Failure Tuple Schema

DAM records failure-harvesting fields on /dam/cycle so experiments can separate perception anomalies from risky actions and physical hardware risk without re-parsing every guard result offline.

Failure classes

Classification is defined purely by guard layer and fault source — guard names are never inspected. The single source of truth is dam.runtime.failure_classify.classify_failure, used by both the runtime harvester and the RQ5 experiment runner.

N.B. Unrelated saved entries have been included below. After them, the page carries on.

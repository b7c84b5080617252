/** Route module for /sign-in (lazy-loaded by the router). */
import { redirect, type LoaderFunctionArgs } from 'react-router';
import { safeNext } from '../../lib/api';
import { loadSessionUser } from '../../lib/session';
import { SignInPage } from './SignInPage';

/** Already signed in: go straight on. */
export async function loader({ request }: LoaderFunctionArgs) {
  const user = await loadSessionUser();
  if (user) throw redirect(safeNext(new URL(request.url).searchParams.get('next')));
  return null;
}

export { SignInPage as Component };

Category failure_type Classification rule
感知異常事件 — perception anomaly ood_only Only L0 perception-anomaly guards fired, and nothing else.
動作風險事件 — action risk guard_triggered Any non-hardware guard rejected, limited, or fault-arbitrated an action (e.g. an L0 detector together with an action guard).
硬體風險事件 — hardware risk hardware_triggered Any L3 guard, or any guard reporting fault_source="hardware", fired. Highest priority.

Priority order is:

hardware_triggered > guard_triggered > ood_only

The host_health L3 boundary (host CPU/GPU/memory/temperature) reports fault_source="hardware", so a computer-side breach is classified as a 硬體風險事件 (hardware_triggered) automatically.

MCAP fields

The /dam/cycle payload includes both compact columns and the full tuple:

Field Type Description
failure_type string or null One of ood_only, guard_triggered, hardware_triggered, or null when no failure-worthy outcome occurred.
failure_guard_names string[] Guards that produced REJECT, CLAMP, or FAULT.
failure_layers string[] Layer labels for those guards, for example ["L0", "L1"].
failure_decisions string[] Decision names aligned with failure_guard_names.
failure_reasons string[] Guard reason strings aligned with failure_guard_names.
failure_tuple object or null Structured evidence object for paper/export use.

Tuple schema

For a control cycle t, DAM emits:

F_t = <id, trace, time, class, task, boundaries, guards, layers, decisions, reasons, masks, action, validated_action, fallback, observation_channels>

JSON representation:

{
  "schema": "dam.failure_tuple.v1",
  "cycle_id": 42,
  "trace_id": "8f5e...",
  "timestamp": 12345.67,
  "failure_type": "guard_triggered",
  "active_task": "pick_place",
  "active_boundaries": ["ood_detector", "joint_position_limits"],
  "guard_names": ["motion"],
  "layers": ["L1"],
  "decisions": ["REJECT"],
  "reasons": ["joint 2 above upper limit"],
  "fault_sources": [null],
  "has_violation": true,
  "has_clamp": false,
  "violated_layer_mask": 2,
  "clamped_layer_mask": 0,
  "fallback_triggered": "emergency_stop",
  "action_target_positions": [0.0, 0.1],
  "validated_positions": null,
  "observation_channels": ["current", "joint_velocities"]
}

This tuple is intentionally evidence-oriented. It keeps raw guard names and reasons available so a paper can report class-level rates while still allowing audits of the exact detector or boundary that fired.